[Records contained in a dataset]
•••

/** The distribution of an observable at one time over the replicates, as bars of probability with their intervals. */
import type { EChartsOption } from 'echarts';
import type { Distribution } from '@/engine/ensemble.ts';
import type { FigureTable } from './figure-table.ts';
import { frame, labelSeries } from './frame.ts';
import { countText, numberText } from './number-text.ts';
import type { ChartTheme } from './palette.ts';

export interface DistributionFigure {
  title: string;
  time: number;
  timeUnit?: string | undefined;
  distribution: Distribution;
  mean?: number | undefined;
}

export interface DistributionBar {
  /** Values from `from` up to and including `from + width − 1` where counts are whole numbers. */
  from: number;
  width: number;
  count: number;
}

/** More bars than this are no longer seen apart; neighbours are then joined. */
const mostBars = 160;
/** Interval whiskers are drawn while they can be told apart. */
const mostWhiskers = 60;

/**
 * The bars that are drawn: the counts as they are, or joined in equal whole-number widths when the range is too wide.
 * A bin that already has a width is put whole into the bar that holds its lowest value.
 */
export function barsOf({ values, widths, counts }: Distribution): DistributionBar[] {
  if (values.length === 0) return [];
  let [lowest, highest] = [Infinity, -Infinity];
  values.forEach((value, index) => {
    lowest = Math.min(lowest, value);
    highest = Math.max(highest, value + (widths[index] ?? 1));
  });
  const width = Math.ceil((highest - lowest) / mostBars);
  if (width <= 1) {
    return values.map((value, index) => ({ from: value, width: widths[index] ?? 1, count: counts[index]! }));
  }
  const bars = new Map<number, DistributionBar>();
  values.forEach((value, index) => {
    const from = lowest + Math.floor((value - lowest) / width) * width;
    const bar = bars.get(from);
    if (bar === undefined) bars.set(from, { from, width: Math.max(width, widths[index] ?? 1), count: counts[index]! });
    else {
      bar.count += counts[index]!;
      bar.width = Math.max(bar.width, widths[index] ?? 1);
    }
  });
  return [...bars.values()].sort((a, b) => a.from - b.from);
}

/** The 95 % interval of a probability after `count` of `total`: Wilson (1927). */
export function wilsonInterval(count: number, total: number): [low: number, high: number] {
  const z = 1.959963984540054;
  const share = count / total;
  const centre = share + (z * z) / (2 * total);
  const reach = z * Math.sqrt((share * (1 - share)) / total + (z * z) / (4 * total * total));
  const scale = 1 + (z * z) / total;
  // At the ends the bound is exact; rounding must not leave a crumb.
  return [
    count === 0 ? 0 : Math.max(0, (centre - reach) / scale),
    count === total ? 1 : Math.min(1, (centre + reach) / scale),
  ];
}

/** Whether the figure has room for the intervals of its bars. */
export const showsIntervals = (distribution: Distribution): boolean => barsOf(distribution).length <= mostWhiskers;

interface RenderApi {
  coord(value: number[]): [number, number];
}

export function distributionOption(figure: DistributionFigure, theme: ChartTheme): EChartsOption {
  const bars = barsOf(figure.distribution);
  const total = bars.reduce((sum, { count }) => sum + count, 0);
  const joined = bars.some(({ width }) => width !== 1);
  const heights = bars.map(({ count, width }) => count / total / width);
  const whiskers = bars.map(({ count, width }) => wilsonInterval(count, total).map((bound) => bound / width));
  const withWhiskers = showsIntervals(figure.distribution);
  const top = Math.max(...heights, ...(withWhiskers ? whiskers.map(([, high]) => high!) : [0]));
  const first = bars[0]?.from ?? 0;
  const end = bars.reduce((most, { from, width }) => Math.max(most, from + width), first + 1);

  const barSeries = {
    type: 'custom',
    name: 'replicates',
    encode: { x: 0, y: 1 },
    z: 2,
    data: bars.map(({ from }, index) => [from, heights[index]!]),
    renderItem: ({ dataIndex: index }: { dataIndex: number }, api: RenderApi) => {
      const { from, width } = bars[index]!;
      const [left, upper] = api.coord([from - 0.5, heights[index]!]);
      const [right, base] = api.coord([from - 0.5 + width, 0]);
      const middle = (left + right) / 2;
      const [low, high] = whiskers[index]!.map((bound) => api.coord([from, bound])[1]) as [number, number];
      const gap = right - left > 6 ? 1 : 0;
      const bar = {
        type: 'rect',
        shape: { x: left + gap / 2, y: upper, width: Math.max(right - left - gap, 0.75), height: base - upper },
        style: { fill: theme.bromo, opacity: 0.75 },
      };
      const whisker = {
        type: 'line',
        shape: { x1: middle, y1: low, x2: middle, y2: high },
        style: { stroke: theme.ink, lineWidth: 1.25 },
      };
      return { type: 'group', children: withWhiskers ? [bar, whisker] : [bar] };
    },
  };
  const meanLine =
    figure.mean === undefined
      ? []
      : [
          {
            type: 'line',
            name: 'mean',
            silent: true,
            showSymbol: false,
            tooltip: { show: false },
            z: 3,
            lineStyle: { color: theme.ink, width: 1.5, type: [4, 3] },
            data: [
              [figure.mean, 0],
              [figure.mean, top],
            ],
          },
          labelSeries([{ x: figure.mean, y: top, text: 'mean', color: theme.ink }], theme),
        ];
  const base = frame(theme, {
    x: { title: `${figure.title} at ${timeText(figure)}, count`, min: first - 0.5, max: end - 0.5 },
    y: { title: joined ? 'probability per count' : 'probability', min: 0 },
    labels: false,
  });
  return {
    ...base,
    xAxis: { ...base.xAxis, axisLabel: { ...labelOf(base), formatter: wholeOnly } },
    tooltip: {
      ...base.tooltip,
      trigger: 'item',
      formatter: (item: unknown) => {
        const index = (item as { dataIndex: number }).dataIndex;
        const bar = bars[index];
        if (bar === undefined) return '';
        const [low, high] = wilsonInterval(bar.count, total);
        return `${rangeText(bar)}\n${countText(bar.count)} of ${countText(total)} replicates\n${numberText(bar.count / total, 3)}  (95 %: ${numberText(low, 3)} – ${numberText(high, 3)})`;
      },
    },
    series: [barSeries, ...meanLine],
  } as EChartsOption;
}

const labelOf = (option: EChartsOption): object => (option.xAxis as { axisLabel: object }).axisLabel;
/** The half counts at the ends of the axis are not labelled. */
const wholeOnly = (value: number): string => (Number.isInteger(value) ? numberText(value, 6) : '');

const timeText = ({ time, timeUnit }: DistributionFigure): string =>
  `${numberText(time, 6)}${timeUnit ? ` ${timeUnit}` : ''}`;

const rangeText = ({ from, width }: DistributionBar): string =>
  width === 1 ? `count ${countText(from)}` : `counts ${countText(from)} to ${countText(from + width - 1)}`;

export function distributionTable(figure: DistributionFigure): FigureTable {
  const { values, widths, counts } = figure.distribution;
  const total = counts.reduce((sum, count) => sum + count, 0);
  return {
    caption: `${figure.title} at ${timeText(figure)}, ${countText(total)} replicates`,
    columns: ['count from', 'width', 'replicates', 'probability', '95 % low', '95 % high'],
    rows: values.map((value, index) => {
      const [low, high] = wilsonInterval(counts[index]!, total);
      return [value, widths[index] ?? 1, counts[index]!, counts[index]! / total, low, high];
    }),
  };
}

•••

What you should do: In full and verbatim, repeat the records given above.

Exercise result:
/** The distribution of an observable at one time over the replicates, as bars of probability with their intervals. */
import type { EChartsOption } from 'echarts';
import type { Distribution } from '@/engine/ensemble.ts';
import type { FigureTable } from './figure-table.ts';
import { frame, labelSeries } from './frame.ts';
import { countText, numberText } from './number-text.ts';
import type { ChartTheme } from './palette.ts';

export interface DistributionFigure {
  title: string;
  time: number;
  timeUnit?: string | undefined;
  distribution: Distribution;
  mean?: number | undefined;
}

export interface DistributionBar {
  /** Values from `from` up to and including `from + width − 1` where counts are whole numbers. */
  from: number;
  width: number;
  count: number;
}

/** More bars than this are no longer seen apart; neighbours are then joined. */
const mostBars = 160;
/** Interval whiskers are drawn while they can be told apart. */
const mostWhiskers = 60;

/**
 * The bars that are drawn: the counts as they are, or joined in equal whole-number widths when the range is too wide.
 * A bin that already has a width is put whole into the bar that holds its lowest value.
 */
export function barsOf({ values, widths, counts }: Distribution): DistributionBar[] {
  if (values.length === 0) return [];
  let [lowest, highest] = [Infinity, -Infinity];
  values.forEach((value, index) => {
    lowest = Math.min(lowest, value);
    highest = Math.max(highest, value + (widths[index] ?? 1));
  });
  const width = Math.ceil((highest - lowest) / mostBars);
  if (width <= 1) {
    return values.map((value, index) => ({ from: value, width: widths[index] ?? 1, count: counts[index]! }));
  }
  const bars = new Map<number, DistributionBar>();
  values.forEach((value, index) => {
    const from = lowest + Math.floor((value - lowest) / width) * width;
    const bar = bars.get(from);
    if (bar === undefined) bars.set(from, { from, width: Math.max(width, widths[index] ?? 1), count: counts[index]! });
    else {
      bar.count += counts[index]!;
      bar.width = Math.max(bar.width, widths[index] ?? 1);
    }
  });
  return [...bars.values()].sort((a, b) => a.from - b.from);
}

/** The 95 % interval of a probability after `count` of `total`: Wilson (1927). */
export function wilsonInterval(count: number, total: number): [low: number, high: number] {
  const z = 1.959963984540054;
  const share = count / total;
  const centre = share + (z * z) / (2 * total);
  const reach = z * Math.sqrt((share * (1 - share)) / total + (z * z) / (4 * total * total));
  const scale = 1 + (z * z) / total;
  // At the ends the bound is exact; rounding must not leave a crumb.
  return [
    count === 0 ? 0 : Math.max(0, (centre - reach) / scale),
    count === total ? 1 : Math.min(1, (centre + reach) / scale),
  ];
}

/** Whether the figure has room for the intervals of its bars. */
export const showsIntervals = (distribution: Distribution): boolean => barsOf(distribution).length <= mostWhiskers;

interface RenderApi {
  coord(value: number[]): [number, number];
}

export function distributionOption(figure: DistributionFigure, theme: ChartTheme): EChartsOption {
  const bars = barsOf(figure.distribution);
  const total = bars.reduce((sum, { count }) => sum + count, 0);
  const joined = bars.some(({ width }) => width !== 1);
  const heights = bars.map(({ count, width }) => count / total / width);
  const whiskers = bars.map(({ count, width }) => wilsonInterval(count, total).map((bound) => bound / width));
  const withWhiskers = showsIntervals(figure.distribution);
  const top = Math.max(...heights, ...(withWhiskers ? whiskers.map(([, high]) => high!) : [0]));
  const first = bars[0]?.from ?? 0;
  const end = bars.reduce((most, { from, width }) => Math.max(most, from + width), first + 1);

  const barSeries = {
    type: 'custom',
    name: 'replicates',
    encode: { x: 0, y: 1 },
    z: 2,
    data: bars.map(({ from }, index) => [from, heights[index]!]),
    renderItem: ({ dataIndex: index }: { dataIndex: number }, api: RenderApi) => {
      const { from, width } = bars[index]!;
      const [left, upper] = api.coord([from - 0.5, heights[index]!]);
      const [right, base] = api.coord([from - 0.5 + width, 0]);
      const middle = (left + right) / 2;
      const [low, high] = whiskers[index]!.map((bound) => api.coord([from, bound])[1]) as [number, number];
      const gap = right - left > 6 ? 1 : 0;
      const bar = {
        type: 'rect',
        shape: { x: left + gap / 2, y: upper, width: Math.max(right - left - gap, 0.75), height: base - upper },
        style: { fill: theme.bromo, opacity: 0.75 },
      };
      const whisker = {
        type: 'line',
        shape: { x1: middle, y1: low, x2: middle, y2: high },
        style: { stroke: theme.ink, lineWidth: 1.25 },
      };
      return { type: 'group', children: withWhiskers ? [bar, whisker] : [bar] };
    },
  };
  const meanLine =
    figure.mean === undefined
      ? []
      : [
          {
            type: 'line',
            name: 'mean',
            silent: true,
            showSymbol: false,
            tooltip: { show: false },
            z: 3,
            lineStyle: { color: theme.ink, width: 1.5, type: [4, 3] },
            data: [
              [figure.mean, 0],
              [figure.mean, top],
            ],
          },
          labelSeries([{ x: figure.mean, y: top, text: 'mean', color: theme.ink }], theme),
        ];
  const base = frame(theme, {
    x: { title: `${figure.title} at ${timeText(figure)}, count`, min: first - 0.5, max: end - 0.5 },
    y: { title: joined ? 'probability per count' : 'probability', min: 0 },
    labels: false,
  });
  return {
    ...base,
    xAxis: { ...base.xAxis, axisLabel: { ...labelOf(base), formatter: wholeOnly } },
    tooltip: {
      ...base.tooltip,
      trigger: 'item',
      formatter: (item: unknown) => {
        const index = (item as { dataIndex: number }).dataIndex;
        const bar = bars[index];
        if (bar === undefined) return '';
        const [low, high] = wilsonInterval(bar.count, total);
        return `${rangeText(bar)}\n${countText(bar.count)} of ${countText(total)} replicates\n${numberText(bar.count / total, 3)}  (95 %: ${numberText(low, 3)} – ${numberText(high, 3)})`;
      },
    },
    series: [barSeries, ...meanLine],
  } as EChartsOption;
}

const labelOf = (option: EChartsOption): object => (option.xAxis as { axisLabel: object }).axisLabel;
/** The half counts at the ends of the axis are not labelled. */
const wholeOnly = (value: number): string => (Number.isInteger(value) ? numberText(value, 6) : '');

const timeText = ({ time, timeUnit }: DistributionFigure): string =>
  `${numberText(time, 6)}${timeUnit ? ` ${timeUnit}` : ''}`;

const rangeText = ({ from, width }: DistributionBar): string =>
  width === 1 ? `count ${countText(from)}` : `counts ${countText(from)} to ${countText(from + width - 1)}`;

export function distributionTable(figure: DistributionFigure): FigureTable {
  const { values, widths, counts } = figure.distribution;
  const total = counts.reduce((sum, count) => sum + count, 0);
  return {
    caption: `${figure.title} at ${timeText(figure)}, ${countText(total)} replicates`,
    columns: ['count from', 'width', 'replicates', 'probability', '95 % low', '95 % high'],
    rows: values.map((value, index) => {
      const [low, high] = wilsonInterval(counts[index]!, total);
      return [value, widths[index] ?? 1, counts[index]!, counts[index]! / total, low, high];
    }),
  };
}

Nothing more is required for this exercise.